» **Records drawn from a dataset**:

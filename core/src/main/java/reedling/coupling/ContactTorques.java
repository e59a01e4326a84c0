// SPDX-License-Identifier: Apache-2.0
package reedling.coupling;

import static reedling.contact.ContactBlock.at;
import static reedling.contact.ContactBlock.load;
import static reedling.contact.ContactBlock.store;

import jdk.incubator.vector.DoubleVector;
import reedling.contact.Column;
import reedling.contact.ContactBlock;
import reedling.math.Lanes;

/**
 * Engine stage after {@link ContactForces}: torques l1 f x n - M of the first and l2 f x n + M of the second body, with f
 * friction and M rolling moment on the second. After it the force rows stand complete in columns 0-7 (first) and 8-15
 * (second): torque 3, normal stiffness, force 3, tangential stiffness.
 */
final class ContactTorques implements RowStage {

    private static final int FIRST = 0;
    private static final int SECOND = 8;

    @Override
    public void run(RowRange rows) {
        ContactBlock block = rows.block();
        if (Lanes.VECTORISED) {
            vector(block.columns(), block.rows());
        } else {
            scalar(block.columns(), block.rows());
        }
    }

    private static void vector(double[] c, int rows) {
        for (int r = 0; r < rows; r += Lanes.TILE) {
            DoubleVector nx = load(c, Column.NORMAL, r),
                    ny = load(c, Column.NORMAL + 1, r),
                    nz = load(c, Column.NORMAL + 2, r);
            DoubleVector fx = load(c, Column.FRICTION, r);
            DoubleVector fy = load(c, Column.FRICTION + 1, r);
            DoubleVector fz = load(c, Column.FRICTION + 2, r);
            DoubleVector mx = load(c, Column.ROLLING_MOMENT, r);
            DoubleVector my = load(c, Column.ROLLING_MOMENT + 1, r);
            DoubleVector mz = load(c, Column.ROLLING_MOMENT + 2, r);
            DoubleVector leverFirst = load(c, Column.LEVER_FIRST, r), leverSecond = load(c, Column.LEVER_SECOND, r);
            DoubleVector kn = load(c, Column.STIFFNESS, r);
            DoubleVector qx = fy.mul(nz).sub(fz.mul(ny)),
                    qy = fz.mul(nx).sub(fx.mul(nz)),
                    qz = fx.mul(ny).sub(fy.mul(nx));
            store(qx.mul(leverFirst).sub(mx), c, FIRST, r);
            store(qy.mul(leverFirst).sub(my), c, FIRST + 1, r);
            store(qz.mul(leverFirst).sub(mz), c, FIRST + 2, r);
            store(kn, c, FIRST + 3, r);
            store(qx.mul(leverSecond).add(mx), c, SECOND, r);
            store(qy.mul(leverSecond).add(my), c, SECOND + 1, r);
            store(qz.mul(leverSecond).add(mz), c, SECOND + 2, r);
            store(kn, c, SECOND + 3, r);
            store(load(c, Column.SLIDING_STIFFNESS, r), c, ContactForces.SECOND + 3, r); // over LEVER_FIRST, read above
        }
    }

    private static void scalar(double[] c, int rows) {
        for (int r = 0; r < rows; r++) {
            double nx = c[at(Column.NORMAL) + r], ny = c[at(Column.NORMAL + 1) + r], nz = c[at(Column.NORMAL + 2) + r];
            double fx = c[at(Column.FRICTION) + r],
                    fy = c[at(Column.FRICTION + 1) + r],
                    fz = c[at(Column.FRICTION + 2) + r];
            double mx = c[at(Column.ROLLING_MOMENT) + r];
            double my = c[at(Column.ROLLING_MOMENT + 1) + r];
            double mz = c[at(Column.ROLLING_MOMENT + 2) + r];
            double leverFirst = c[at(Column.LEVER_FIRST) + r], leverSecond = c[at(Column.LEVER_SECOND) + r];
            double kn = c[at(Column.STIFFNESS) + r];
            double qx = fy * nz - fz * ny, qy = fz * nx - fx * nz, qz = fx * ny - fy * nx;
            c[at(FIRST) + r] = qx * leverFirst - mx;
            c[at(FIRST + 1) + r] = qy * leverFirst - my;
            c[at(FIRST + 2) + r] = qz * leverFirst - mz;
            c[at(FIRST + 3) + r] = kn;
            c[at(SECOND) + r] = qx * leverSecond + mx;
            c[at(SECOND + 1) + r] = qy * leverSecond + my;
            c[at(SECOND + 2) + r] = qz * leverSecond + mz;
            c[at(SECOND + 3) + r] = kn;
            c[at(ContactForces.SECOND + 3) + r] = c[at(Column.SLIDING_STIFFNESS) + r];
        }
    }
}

==

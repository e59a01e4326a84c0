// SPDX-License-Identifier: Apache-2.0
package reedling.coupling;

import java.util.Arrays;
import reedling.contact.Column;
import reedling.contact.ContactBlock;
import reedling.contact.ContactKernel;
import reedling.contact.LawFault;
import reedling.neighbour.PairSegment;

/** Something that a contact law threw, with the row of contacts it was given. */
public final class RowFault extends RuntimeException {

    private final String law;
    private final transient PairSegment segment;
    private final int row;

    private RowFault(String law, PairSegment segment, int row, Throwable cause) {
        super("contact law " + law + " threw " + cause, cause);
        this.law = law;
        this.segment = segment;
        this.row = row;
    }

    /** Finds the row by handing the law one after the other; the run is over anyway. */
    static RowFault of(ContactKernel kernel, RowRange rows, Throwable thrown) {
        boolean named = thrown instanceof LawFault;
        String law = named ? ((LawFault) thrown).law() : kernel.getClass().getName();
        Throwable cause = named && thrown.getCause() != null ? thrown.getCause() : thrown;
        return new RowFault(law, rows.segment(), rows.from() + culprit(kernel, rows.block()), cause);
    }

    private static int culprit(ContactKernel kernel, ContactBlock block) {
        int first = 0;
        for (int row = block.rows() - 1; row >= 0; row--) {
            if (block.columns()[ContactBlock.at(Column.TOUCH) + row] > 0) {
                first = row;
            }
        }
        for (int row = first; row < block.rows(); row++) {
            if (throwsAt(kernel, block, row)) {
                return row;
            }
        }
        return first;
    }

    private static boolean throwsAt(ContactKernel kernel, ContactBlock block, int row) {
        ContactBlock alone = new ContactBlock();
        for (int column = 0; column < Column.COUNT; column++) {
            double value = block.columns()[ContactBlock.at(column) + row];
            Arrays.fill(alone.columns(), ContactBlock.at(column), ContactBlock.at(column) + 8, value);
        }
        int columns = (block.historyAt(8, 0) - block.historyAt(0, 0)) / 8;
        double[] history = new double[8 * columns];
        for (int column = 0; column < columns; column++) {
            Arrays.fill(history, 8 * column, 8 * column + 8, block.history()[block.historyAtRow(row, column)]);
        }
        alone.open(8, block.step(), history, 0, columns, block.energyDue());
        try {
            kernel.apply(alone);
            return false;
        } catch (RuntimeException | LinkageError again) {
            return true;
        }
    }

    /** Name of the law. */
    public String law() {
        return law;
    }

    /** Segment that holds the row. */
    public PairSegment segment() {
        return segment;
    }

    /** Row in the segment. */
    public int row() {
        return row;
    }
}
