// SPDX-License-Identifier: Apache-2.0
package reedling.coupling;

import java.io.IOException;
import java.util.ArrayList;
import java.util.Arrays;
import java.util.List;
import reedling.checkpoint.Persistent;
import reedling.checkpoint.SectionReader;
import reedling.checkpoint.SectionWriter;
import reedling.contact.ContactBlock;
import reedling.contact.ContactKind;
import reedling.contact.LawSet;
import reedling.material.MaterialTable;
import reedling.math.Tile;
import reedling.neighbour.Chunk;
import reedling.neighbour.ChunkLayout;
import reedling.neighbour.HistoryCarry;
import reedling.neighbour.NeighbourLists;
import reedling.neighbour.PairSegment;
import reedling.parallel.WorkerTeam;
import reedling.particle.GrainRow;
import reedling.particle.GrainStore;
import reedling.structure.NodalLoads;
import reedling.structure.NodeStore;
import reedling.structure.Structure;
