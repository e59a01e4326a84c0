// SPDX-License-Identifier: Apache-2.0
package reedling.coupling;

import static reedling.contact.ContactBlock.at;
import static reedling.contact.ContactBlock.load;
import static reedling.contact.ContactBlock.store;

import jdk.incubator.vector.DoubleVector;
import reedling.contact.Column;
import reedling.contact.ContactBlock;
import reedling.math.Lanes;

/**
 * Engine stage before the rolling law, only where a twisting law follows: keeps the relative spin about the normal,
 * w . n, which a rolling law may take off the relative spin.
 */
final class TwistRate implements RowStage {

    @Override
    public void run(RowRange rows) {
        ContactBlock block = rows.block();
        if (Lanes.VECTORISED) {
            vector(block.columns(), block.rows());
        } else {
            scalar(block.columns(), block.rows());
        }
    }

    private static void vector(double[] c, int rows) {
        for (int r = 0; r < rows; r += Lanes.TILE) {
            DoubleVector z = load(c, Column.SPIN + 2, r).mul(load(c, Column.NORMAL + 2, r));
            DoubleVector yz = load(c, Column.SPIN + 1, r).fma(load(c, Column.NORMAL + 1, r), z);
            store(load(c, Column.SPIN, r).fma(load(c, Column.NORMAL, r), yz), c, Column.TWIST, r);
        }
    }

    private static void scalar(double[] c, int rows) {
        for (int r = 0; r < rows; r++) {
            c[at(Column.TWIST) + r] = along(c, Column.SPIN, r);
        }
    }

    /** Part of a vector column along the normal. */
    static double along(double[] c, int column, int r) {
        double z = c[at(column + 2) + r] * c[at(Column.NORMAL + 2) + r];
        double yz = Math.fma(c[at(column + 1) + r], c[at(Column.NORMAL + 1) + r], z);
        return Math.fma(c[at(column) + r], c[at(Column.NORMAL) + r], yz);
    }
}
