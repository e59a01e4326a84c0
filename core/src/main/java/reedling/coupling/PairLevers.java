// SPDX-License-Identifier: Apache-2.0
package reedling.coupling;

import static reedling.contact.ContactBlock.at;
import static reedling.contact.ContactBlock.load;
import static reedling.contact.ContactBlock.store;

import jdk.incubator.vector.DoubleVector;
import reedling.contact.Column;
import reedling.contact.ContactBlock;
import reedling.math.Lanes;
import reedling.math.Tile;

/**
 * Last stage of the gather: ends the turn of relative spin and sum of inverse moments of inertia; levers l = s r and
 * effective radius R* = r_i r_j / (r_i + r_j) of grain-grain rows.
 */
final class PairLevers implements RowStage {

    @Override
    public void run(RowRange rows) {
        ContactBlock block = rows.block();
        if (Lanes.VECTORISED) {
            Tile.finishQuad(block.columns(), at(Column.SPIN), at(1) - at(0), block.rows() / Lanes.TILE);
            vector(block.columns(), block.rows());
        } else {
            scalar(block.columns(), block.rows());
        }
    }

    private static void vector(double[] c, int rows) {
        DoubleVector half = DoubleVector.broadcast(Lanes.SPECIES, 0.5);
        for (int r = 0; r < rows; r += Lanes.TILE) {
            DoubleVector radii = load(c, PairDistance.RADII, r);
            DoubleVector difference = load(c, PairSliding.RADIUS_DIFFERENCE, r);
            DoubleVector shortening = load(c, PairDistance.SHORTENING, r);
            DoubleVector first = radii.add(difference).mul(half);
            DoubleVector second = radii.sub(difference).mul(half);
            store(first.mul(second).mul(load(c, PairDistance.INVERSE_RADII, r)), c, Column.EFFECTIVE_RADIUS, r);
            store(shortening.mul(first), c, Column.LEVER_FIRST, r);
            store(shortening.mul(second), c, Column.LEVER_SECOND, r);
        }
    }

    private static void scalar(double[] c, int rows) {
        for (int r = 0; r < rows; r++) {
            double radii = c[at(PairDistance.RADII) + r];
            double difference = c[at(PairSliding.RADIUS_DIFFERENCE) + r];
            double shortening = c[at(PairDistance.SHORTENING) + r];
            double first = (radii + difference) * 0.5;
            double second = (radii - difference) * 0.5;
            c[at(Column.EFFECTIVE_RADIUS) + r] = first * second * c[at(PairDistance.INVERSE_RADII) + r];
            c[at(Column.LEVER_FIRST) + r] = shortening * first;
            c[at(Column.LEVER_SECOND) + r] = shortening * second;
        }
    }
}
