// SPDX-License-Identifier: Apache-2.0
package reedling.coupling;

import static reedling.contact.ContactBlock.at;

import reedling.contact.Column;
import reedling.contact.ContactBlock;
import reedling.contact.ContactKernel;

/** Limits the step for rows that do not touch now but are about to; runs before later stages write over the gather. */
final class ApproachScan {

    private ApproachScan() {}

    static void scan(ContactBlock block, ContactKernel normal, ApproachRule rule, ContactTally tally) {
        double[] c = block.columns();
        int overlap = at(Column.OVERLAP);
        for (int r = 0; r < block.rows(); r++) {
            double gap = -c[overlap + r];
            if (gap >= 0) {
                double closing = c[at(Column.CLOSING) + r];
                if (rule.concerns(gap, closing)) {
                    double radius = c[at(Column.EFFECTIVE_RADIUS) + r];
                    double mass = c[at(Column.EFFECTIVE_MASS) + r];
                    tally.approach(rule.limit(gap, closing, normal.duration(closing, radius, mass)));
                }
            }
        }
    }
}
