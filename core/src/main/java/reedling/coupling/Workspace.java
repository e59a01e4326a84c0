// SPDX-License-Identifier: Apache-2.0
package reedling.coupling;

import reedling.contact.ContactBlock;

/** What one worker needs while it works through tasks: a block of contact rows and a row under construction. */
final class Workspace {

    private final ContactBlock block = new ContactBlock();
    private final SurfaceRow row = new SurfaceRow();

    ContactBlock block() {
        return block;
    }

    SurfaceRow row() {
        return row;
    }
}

» **To do**: Proceeding from the line containing "double shortening = c[at(PairDistance.SHORTENING)" through the line containing "c[at(Column.EFFECTIVE_RADIUS) + r] = first", transcribe the lines above exactly, both end lines included.

» **Output for this task**:
            double shortening = c[at(PairDistance.SHORTENING) + r];
            double first = (radii + difference) * 0.5;
            double second = (radii - difference) * 0.5;
            c[at(Column.EFFECTIVE_RADIUS) + r] = first * second * c[at(PairDistance.INVERSE_RADII) + r];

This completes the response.